Tuesday, October 7, 2008

Subprime Takedown

Here's the infamous SNL skit from this past weekend starring George Soros and the Herbert and Marion Sandler - who are blamed in the piece for the subprime mortgage debacle - taken down from the show's website for some reworking. If this link doesn't work, it's because NBC has made Youtube remove it - but a revised version is expected to be posted.



Michelle Malkin has a good run through on the whole episode, with speculation as to the reason for the removal.
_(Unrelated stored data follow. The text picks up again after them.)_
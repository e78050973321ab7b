package multigrid

import (
	"math"
	"testing"

	"epslim/solver/grid"
)

func TestIterationCounts(t *testing.T) {
	for _, c := range []struct {
		name string
		p    swirlProblem
	}{{"A1", swirlProblem{0, 1}}, {"A2", swirlProblem{20, 1}}} {
		for _, n := range []int{64, 128, 256, 512} {
			g := square(t, 2, n, grid.Reflecting)
			_, _, st := stationary(t, g, c.p, 1, Settings{})
			t.Logf("%s %d: %d its, start %.1e residual %.1e %v setup %v solve %v %.1e", c.name, n, st.Iterations, st.Start, st.Residual, st.Outcome, st.Setup, st.Solve, st.History)
		}
	}
	_ = math.Pi
}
As Todd Thurman at Heritage notes, the Sandlers are left-wing moguls who built “a
mortgage company whose major product was subprime mortgages and they sold it to Wachovia for $24.2 billion in 2006
. And what do the Sandlers do when they are not peddling subprime garbage? They are busy writing checks to leftist groups like the Center for American Progress, the American Civil Liberties Union, and Association of Community Organizations for Reform Now (ACORN). Yes that ACORN.”

Surprising that SNL would skewer major liberal power-brokers, and there's been speculation that they pressured the network into hiding the video.

Sandler, 77, spoke to The Associated Press in the San Francisco office of his family’s charitable foundation the morning after NBC’s “Saturday Night Live” broadcast a skit deriding the Sandlers as predatory lenders who had duped unsophisticated borrowers and Wachovia, too. A caption shown on during the sketch skewered the Sandlers as “people who should be shot.”

Although the timing of the interview was coincidental, Sandler was seething after watching a replay of the skit on the Internet.

“I have been listening to this crap for two years,” Sandler said. “We are being unfairly tarred. People have been telling us to speak out for some time, but we didn’t think it was appropriate. That was clearly a mistake.”
NBC says the skit being removed from the SNL website had nothing to do with outside pressure.

NBC's removal of the sketch without explanation Monday caused uproar among some viewers, who flooded the network with calls and e-mails, believing the sketch's right-leaning stance must have prompted the media outlet to censor its message.

But sources say the real reason for the removal was a faux C-SPAN ticker line that ran across the bottom of the screen during the skit reading "people who should be shot" and listed the Sandlers.